Worse, the study found that under such abusive treatment, a prisoner became “malleable and suggestible, and in some instances he may confabulate.”


More here.

Okay, to a great extent, while quite interesting, this is all beside the point: it doesn't matter whether torture is "effective" or not; torture is immoral, something which, in theory, greatly differentiates us from terrorists. Having said that, this kind of incompetence is utterly par for the course.

Not long after the Abu Ghraib scandal hit the US press, at least one lefty writer observed that the kind of torture being used there and at Gitmo greatly resembled what the Chinese and North Koreans were doing back in the 50s to extract the above mentioned "false confessions." So it's been known, if not verified, for half a decade that the US has been using an "interrogation technique" purposely designed to elicit incorrect information. The only mystery has been how, exactly, such a strange and counterproductive program came to pass.

Now we know.
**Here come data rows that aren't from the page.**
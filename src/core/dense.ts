/**
 * Dense strided arrays over one Float64Array, real or complex.
 *
 * An array is `data`, a `shape`, `strides` and an `offset`. Strides and offset count *elements*:
 * for a real array element (i, j) is `data[offset + i*strides[0] + j*strides[1]]`; for a complex
 * array (interleaved re, im, as numpy stores complex128) the real part of element (i, j) is at
 * `data[2*(offset + i*strides[0] + j*strides[1])]` and the imaginary part right after it. So a
 * numpy buffer in C order, in Fortran order, or a strided view (a transpose, a column, a slice)
 * is used without a copy. Strides may be negative or zero (broadcast), as in numpy.
 *
 * ml-matrix's `Matrix` is accepted and returned at the API edge (`fromMatrix`, `toMatrix`).
 */
import { Matrix, type AbstractMatrix } from 'ml-matrix';
import { checkInteger, describe } from './errors';

export type Order = 'C' | 'F';

/** A row of nested input: a number[] or a typed array. */
export type RowLike = readonly number[] | Float64Array | Float32Array;

/**
 * Anything the friendly entry points accept as a matrix: a `Dense` (1-D or 2-D), an ml-matrix
 * `Matrix`, nested rows (each a number[] or a typed array), or a 1-D input — `number[]`,
 * `Float64Array`, `Float32Array` — which counts as one column (real).
 */
export type MatrixLike =
  Dense | AbstractMatrix | readonly RowLike[] | readonly number[] | Float64Array | Float32Array;

export class Dense {
  /** The underlying storage (interleaved re, im when `complex`). */
  readonly data: Float64Array;
  /** Extent of each axis. */
  readonly shape: readonly number[];
  /** Step between neighbours along each axis, in elements (complex elements when `complex`). */
  readonly strides: readonly number[];
  /** Index of element (0, …, 0), in elements. */
  readonly offset: number;
  /** Interleaved complex128 when true, float64 when false. */
  readonly complex: boolean;

  constructor(
    data: Float64Array,
    shape: readonly number[],
    strides?: readonly number[],
    offset = 0,
    complex = false
  ) {
    if (!(data instanceof Float64Array)) {
      throw new TypeError(`data must be a Float64Array, got ${describe(data)}`);
    }
    if (!Array.isArray(shape) || shape.length === 0) {
      throw new TypeError(`shape must be a non-empty array of integers, got ${describe(shape)}`);
    }
    shape.forEach((s, k) => checkInteger(`shape[${k}]`, s));
    const st = strides ? strides.slice() : contiguousStrides(shape, 'C');
    if (st.length !== shape.length) {
      throw new RangeError(
        `strides has ${st.length} entries but shape has ${shape.length}; they must match`
      );
    }
    st.forEach((s, k) => checkInteger(`strides[${k}]`, s, -Number.MAX_SAFE_INTEGER));
    checkInteger('offset', offset);
    const elements = complex ? data.length >> 1 : data.length;
    if (complex && data.length % 2 !== 0) {
      throw new RangeError(
        `data of a complex array needs an even length (re, im pairs), got ${data.length}`
      );
    }
    let lo = offset;
    let hi = offset;
    let empty = false;
    for (let k = 0; k < shape.length; k++) {
      if (shape[k] === 0) {
        empty = true;
      } else if (st[k] > 0) {
        hi += (shape[k] - 1) * st[k];
      } else {
        lo += (shape[k] - 1) * st[k];
      }
    }
    if (!empty && (lo < 0 || hi >= elements)) {
      throw new RangeError(
        `shape [${shape.join(', ')}] with strides [${st.join(', ')}] and offset ${offset} ` +
          `reaches element ${lo < 0 ? lo : hi}, outside data of ${elements} elements`
      );
    }
    this.data = data;
    this.shape = Object.freeze(shape.slice());
    this.strides = Object.freeze(st);
    this.offset = offset;
    this.complex = complex;
  }

  /** A new zero array. */
  static zeros(shape: readonly number[], options: { complex?: boolean; order?: Order } = {}) {
    const complex = options.complex ?? false;
    const size = shape.reduce((a, b) => a * b, 1);
    return new Dense(
      new Float64Array(complex ? 2 * size : size),
      shape,
      contiguousStrides(shape, options.order ?? 'C'),
      0,
      complex
    );
  }

  /** The n×n identity. */
  static eye(n: number, options: { complex?: boolean; order?: Order } = {}) {
    checkInteger('n', n);
    const a = Dense.zeros([n, n], options);
    for (let i = 0; i < n; i++) {
      a.set(i, i, 1);
    }
    return a;
  }

  /**
   * From nested arrays: `re` is a 1-D array of numbers or a list of rows (number[] or typed
   * arrays, all of one length); give `im` of the same shape for a complex array. Checks
   * finiteness and raggedness.
   */
  static fromNested(
    re: readonly number[] | readonly RowLike[],
    im?: readonly number[] | readonly RowLike[],
    order: Order = 'C'
  ): Dense {
    const shapeRe = nestedShape('re', re);
    if (im !== undefined) {
      const shapeIm = nestedShape('im', im);
      if (shapeIm.join('x') !== shapeRe.join('x')) {
        throw new RangeError(
          `im has shape ${shapeIm.join('x')} but re has shape ${shapeRe.join('x')}; they must match`
        );
      }
    }
    const complex = im !== undefined;
    const out = Dense.zeros(shapeRe, { complex, order });
    const put = (name: string, src: readonly unknown[], part: 0 | 1) => {
      if (shapeRe.length === 1) {
        for (let i = 0; i < shapeRe[0]; i++) {
          const v = finiteEntry(name, [i], src[i]);
          out.data[complex ? 2 * (out.offset + i * out.strides[0]) + part : i * out.strides[0]] = v;
        }
        return;
      }
      for (let i = 0; i < shapeRe[0]; i++) {
        const row = src[i] as readonly unknown[];
        for (let j = 0; j < shapeRe[1]; j++) {
          const v = finiteEntry(name, [i, j], row[j]);
          const e = i * out.strides[0] + j * out.strides[1];
          out.data[complex ? 2 * e + part : e] = v;
        }
      }
    };
    put('re', re as readonly unknown[], 0);
    if (im !== undefined) {
      put('im', im as readonly unknown[], 1);
    }
    return out;
  }

  /**
   * Wraps (no copy) a contiguous buffer, e.g. one received from numpy. `order` says how a 2-D
   * array is laid out ('C' row-major, numpy's default; 'F' column-major).
   */
  static fromBuffer(
    data: Float64Array,
    shape: readonly number[],
    options: { complex?: boolean; order?: Order } = {}
  ): Dense {
    const complex = options.complex ?? false;
    const size = shape.reduce((a, b) => a * b, 1);
    const need = complex ? 2 * size : size;
    if (data.length !== need) {
      throw new RangeError(
        `data has length ${data.length} but shape [${shape.join(', ')}]${complex ? ' (complex)' : ''} needs ${need}`
      );
    }
    return new Dense(data, shape, contiguousStrides(shape, options.order ?? 'C'), 0, complex);
  }

  /** From ml-matrix (real part, and optionally an imaginary part of the same size). */
  static fromMatrix(re: AbstractMatrix, im?: AbstractMatrix, order: Order = 'F'): Dense {
    if (!Matrix.isMatrix(re)) {
      throw new TypeError(`re must be an ml-matrix Matrix, got ${describe(re)}`);
    }
    if (im !== undefined) {
      if (!Matrix.isMatrix(im)) {
        throw new TypeError(`im must be an ml-matrix Matrix, got ${describe(im)}`);
      }
      if (im.rows !== re.rows || im.columns !== re.columns) {
        throw new RangeError(
          `im is ${im.rows}x${im.columns} but re is ${re.rows}x${re.columns}; they must match`
        );
      }
    }
    const complex = im !== undefined;
    const out = Dense.zeros([re.rows, re.columns], { complex, order });
    for (let i = 0; i < re.rows; i++) {
      for (let j = 0; j < re.columns; j++) {
        const v = re.get(i, j);
        if (!Number.isFinite(v)) {
          throw new RangeError(
            `re[${i}][${j}] is ${v}; inputs must be finite (no NaN or ±Infinity)`
          );
        }
        if (complex) {
          const w = im!.get(i, j);
          if (!Number.isFinite(w)) {
            throw new RangeError(
              `im[${i}][${j}] is ${w}; inputs must be finite (no NaN or ±Infinity)`
            );
          }
          out.set(i, j, v, w);
        } else {
          out.set(i, j, v);
        }
      }
    }
    return out;
  }

  get ndim(): number {
    return this.shape.length;
  }
  /** Number of rows of a 2-D array (the length of a 1-D one). */
  get rows(): number {
    return this.shape[0];
  }
  /** Number of columns of a 2-D array (1 for a 1-D one). */
  get cols(): number {
    return this.shape.length > 1 ? this.shape[1] : 1;
  }
  get size(): number {
    return this.shape.reduce((a, b) => a * b, 1);
  }

  /** Element index (not data index) of (i, j). */
  index(i: number, j = 0): number {
    return this.offset + i * this.strides[0] + (this.shape.length > 1 ? j * this.strides[1] : 0);
  }

  /** Real part of element (i, j) (j ignored for 1-D). */
  get(i: number, j = 0): number {
    const e = this.index(i, j);
    return this.complex ? this.data[2 * e] : this.data[e];
  }

  /** Imaginary part of element (i, j); 0 for a real array. */
  getIm(i: number, j = 0): number {
    return this.complex ? this.data[2 * this.index(i, j) + 1] : 0;
  }

  set(i: number, j: number, re: number, im = 0): void {
    const e = this.index(i, j);
    if (this.complex) {
      this.data[2 * e] = re;
      this.data[2 * e + 1] = im;
    } else {
      this.data[e] = re;
    }
  }

  /** Transpose without copy (reverses the axes). Not conjugated: see `conjTranspose`. */
  transpose(): Dense {
    return new Dense(
      this.data,
      this.shape.slice().reverse(),
      this.strides.slice().reverse(),
      this.offset,
      this.complex
    );
  }
  get T(): Dense {
    return this.transpose();
  }

  /** Conjugate transpose (a view for real arrays, a copy for complex ones). */
  conjTranspose(): Dense {
    if (!this.complex) {
      return this.transpose();
    }
    const t = this.transpose().copy('C');
    for (let k = 1; k < t.data.length; k += 2) {
      t.data[k] = -t.data[k];
    }
    return t;
  }

  /** Rows [r0, r1) and columns [c0, c1) as a view (no copy). */
  slice(r0: number, r1: number, c0 = 0, c1 = this.cols): Dense {
    checkInteger('r0', r0, 0, this.rows);
    checkInteger('r1', r1, r0, this.rows);
    if (this.ndim === 1) {
      return new Dense(this.data, [r1 - r0], this.strides, this.index(r0), this.complex);
    }
    checkInteger('c0', c0, 0, this.cols);
    checkInteger('c1', c1, c0, this.cols);
    return new Dense(
      this.data,
      [r1 - r0, c1 - c0],
      this.strides,
      r1 > r0 && c1 > c0 ? this.index(r0, c0) : this.offset,
      this.complex
    );
  }

  /** Column j of a 2-D array as a 1-D view. */
  col(j: number): Dense {
    checkInteger('j', j, 0, this.cols - 1);
    return new Dense(this.data, [this.rows], [this.strides[0]], this.index(0, j), this.complex);
  }

  /** Row i of a 2-D array as a 1-D view. */
  row(i: number): Dense {
    checkInteger('i', i, 0, this.rows - 1);
    return new Dense(this.data, [this.cols], [this.strides[1]], this.index(i, 0), this.complex);
  }

  /** This 1-D array as an n×1 view (a 2-D array is returned unchanged). */
  asColumn(): Dense {
    if (this.ndim !== 1) {
      return this;
    }
    return new Dense(this.data, [this.rows, 1], [this.strides[0], 1], this.offset, this.complex);
  }

  isCContiguous(): boolean {
    return stridesEqual(this.shape, this.strides, contiguousStrides(this.shape, 'C'));
  }
  isFContiguous(): boolean {
    return stridesEqual(this.shape, this.strides, contiguousStrides(this.shape, 'F'));
  }

  /** A contiguous copy in the given order. */
  copy(order: Order = 'C'): Dense {
    const f = this.complex ? 2 : 1;
    if (
      (order === 'F' && this.isFContiguous()) ||
      (order === 'C' && this.isCContiguous()) ||
      (this.ndim === 1 && this.strides[0] === 1)
    ) {
      const start = f * this.offset;
      return new Dense(
        this.data.slice(start, start + f * this.size),
        this.shape,
        contiguousStrides(this.shape, order),
        0,
        this.complex
      );
    }
    const out = Dense.zeros(this.shape, { complex: this.complex, order });
    if (this.ndim === 1) {
      for (let i = 0; i < this.rows; i++) {
        out.set(i, 0, this.get(i), this.getIm(i));
      }
      return out;
    }
    if (this.ndim !== 2) {
      throw new RangeError(`copy supports 1-D and 2-D arrays, got ${this.ndim}-D`);
    }
    const m = this.rows;
    const n = this.cols;
    const [s0, s1] = this.strides;
    const [t0, t1] = out.strides;
    const src = this.data;
    const dst = out.data;
    for (let j = 0; j < n; j++) {
      for (let i = 0; i < m; i++) {
        const a = this.offset + i * s0 + j * s1;
        const b = i * t0 + j * t1;
        if (this.complex) {
          dst[2 * b] = src[2 * a];
          dst[2 * b + 1] = src[2 * a + 1];
        } else {
          dst[b] = src[a];
        }
      }
    }
    return out;
  }

  /** A complex copy (imaginary parts zero when this array is real). */
  toComplex(): Dense {
    if (this.complex) {
      return this.copy('C');
    }
    const out = Dense.zeros(this.shape, { complex: true });
    for (let i = 0; i < this.rows; i++) {
      for (let j = 0; j < (this.ndim > 1 ? this.cols : 1); j++) {
        out.set(i, j, this.get(i, j));
      }
    }
    return out;
  }

  /** Real parts as nested arrays (1-D: number[]; 2-D: number[][]). */
  toNested(): number[][] | number[] {
    if (this.ndim === 1) {
      return Array.from({ length: this.rows }, (_, i) => this.get(i));
    }
    return Array.from({ length: this.rows }, (_, i) =>
      Array.from({ length: this.cols }, (_, j) => this.get(i, j))
    );
  }

  /** Imaginary parts as nested arrays (zeros for a real array). */
  toNestedIm(): number[][] | number[] {
    if (this.ndim === 1) {
      return Array.from({ length: this.rows }, (_, i) => this.getIm(i));
    }
    return Array.from({ length: this.rows }, (_, i) =>
      Array.from({ length: this.cols }, (_, j) => this.getIm(i, j))
    );
  }

  /**
   * As an ml-matrix Matrix (1-D arrays become a column). ml-matrix is real-only: a complex array
   * throws a TypeError unless `part` says which part to take ('re' or 'im').
   */
  toMatrix(part?: 're' | 'im'): Matrix {
    if (part === 'im') {
      return this.toMatrixIm();
    }
    if (this.complex && part !== 're') {
      throw new TypeError(
        "this array is complex but ml-matrix's Matrix is real: call toMatrix('re') and toMatrix('im')"
      );
    }
    const a = this.asColumn();
    const m = new Matrix(a.rows, a.cols);
    for (let i = 0; i < a.rows; i++) {
      for (let j = 0; j < a.cols; j++) {
        m.set(i, j, a.get(i, j));
      }
    }
    return m;
  }

  /** Imaginary part as an ml-matrix Matrix (zeros for a real array). */
  toMatrixIm(): Matrix {
    const a = this.asColumn();
    const m = new Matrix(a.rows, a.cols);
    for (let i = 0; i < a.rows; i++) {
      for (let j = 0; j < a.cols; j++) {
        m.set(i, j, a.getIm(i, j));
      }
    }
    return m;
  }
}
Apparently, the whole attitude inside the White House was "we gotta torture; we gotta torture; who's got some torture for us?" In this atmosphere of panic-for-torture, it was easy for the first loud voice available to step up and command the discussion. Unfortunately, for the "grownups" of the Cheney administration, that voice turned out to be a whack-job psychologist who had been training US servicemen to resist Cold War style coercion. So we immediately went about using a torture technique absolutely guaranteed to get its victims to tell us what they thought we wanted to hear, rather than the truth.

I can't wait for the release of the memos Cheney is demanding that will show us all how his brutal torture regime "worked." My bet is that a lot of these guys confessed to kidnapping the Lindbergh baby and masterminding the Lufthansa heist. But I guess we'll see.